"Nous ne resterons pas silencieux" : un t-shirt et des fleurs sur le lieu du meurtre de Pavlos Fyssas, à Athènes.

Pavlos Fyssas, les dessous d’un assassinat politique (2/2)

Dans la nuit du 17 au 18 septembre, le rappeur grec était assassiné par un militant d’Aube dorée. Ce meurtre de trop a signé la chute du parti néo-nazi, dont on découvre aujourd’hui les connivences implicites avec le pouvoir et les liens avec les puissants armateurs.

Publié le 1 novembre 2013 à 11:03
"Nous ne resterons pas silencieux" : un t-shirt et des fleurs sur le lieu du meurtre de Pavlos Fyssas, à Athènes.

Pour quelle raison précisément Pavlos Fyssas est-il devenu un martyr ? En écoutant les paroles de ses chansons, on peut être intrigué. Il y est certes question d’intolérance et de forces obscurantistes. Mais rien qui évoque directement Aube dorée. “Entre deux chansons évoquant vaguement les dangers du fascisme, Pavlos en composait quatre sur les gonzesses ou la crise”, confirme son ami d’enfance Petros Poundivis.

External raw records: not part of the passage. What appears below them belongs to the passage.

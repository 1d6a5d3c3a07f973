import { divIcon, layerGroup, marker, polygon, svg, type LayerGroup, type Map as LeafletMap } from 'leaflet'
import type { MapSite } from '../../composables/map/mapGround.ts'
import type { SiteKind } from '../../../shared/contract/ground.ts'
import { SITE_MARKS } from '../../../shared/geo/siteMarks.ts'
import { polygonsOf, toLatLng } from './leafletGeometry.ts'

/** What is kept clear of: its mark, and dashes round the ground that is kept clear, over the blocks. */
export interface SiteLayer {
  show(sites: readonly MapSite[]): void
}

/** Over the blocks, under what is being drawn. */
const PANE = 'sites'
const PANE_LAYER = '430'
const SVG = 'http://www.w3.org/2000/svg'
const MARK_PX = 16

export function createSiteLayer(map: LeafletMap): SiteLayer {
  const pane = map.createPane(PANE)
  pane.style.zIndex = PANE_LAYER
  pane.style.pointerEvents = 'none'
  const renderer = svg({ padding: 0.5, pane: PANE })
  const group = layerGroup().addTo(map)
  return {
    show(sites) {
      group.clearLayers()
      for (const { kind, geometry, ring } of sites) {
        for (const rings of ring === null ? [] : polygonsOf(ring)) {
          const outlines = rings.map((each) => each.map(toLatLng))
          for (const name of ['site-ring-case', 'site-ring']) group.addLayer(polygon(outlines, { renderer, interactive: false, fill: false, smoothFactor: 0.4, className: name, dashArray: '5 3.5' }))
        }
        if (geometry.type === 'Point') addMark(group, toLatLng(geometry.coordinates), kind)
      }
    },
  }
}

function addMark(group: LayerGroup, at: ReturnType<typeof toLatLng>, kind: SiteKind): void {
  const mark = document.createElementNS(SVG, 'svg')
  mark.setAttribute('viewBox', '0 0 16 16')
  for (const name of ['case', 'line']) {
    const path = document.createElementNS(SVG, 'path')
    path.setAttribute('d', SITE_MARKS[kind])
    path.setAttribute('class', name)
    mark.append(path)
  }
  // Leaflet takes any element here; its types know those of HTML alone.
  const html = document.createElement('span')
  html.append(mark)
  group.addLayer(marker(at, { icon: divIcon({ className: 'site-mark', html, iconSize: [MARK_PX, MARK_PX] }), interactive: false, keyboard: false, pane: PANE }))
}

Ce géant, qui ressemble à un Mister T. grec, est lui aussi rappeur, membre du groupe PsyClinic TactiX. Mais c’est d’abord un ouvrier. Comme le fut Pavlos Fyssas. Avant d’envisager une carrière artistique, les deux garçons se sont cassé le dos comme leurs pères aux chantiers navals de Perama, la grande zone portuaire industrielle d’Athènes, qu’on appelle précisément “la Zone”. Un vaste périmètre fermé où des entrepôts aux murs tagués longent les quais face à quelques cargos rouillés. “Pavlos a décroché au bout de cinq ans. C’est un boulot très dur, les accidents sont fréquents. Mais il s’est toujours considéré comme un enfant de la classe ouvrière. Il refusait d’appartenir à un parti, mais son nom figure toujours sur la liste des membres du Syndicat des métallos. Ici, il était très populaire, c’était une grande gueule, toujours prêt à l’ouvrir pour défendre les victimes de la crise dans le quartier, et c’est pour ça qu’on l’a tué”, assène Petros.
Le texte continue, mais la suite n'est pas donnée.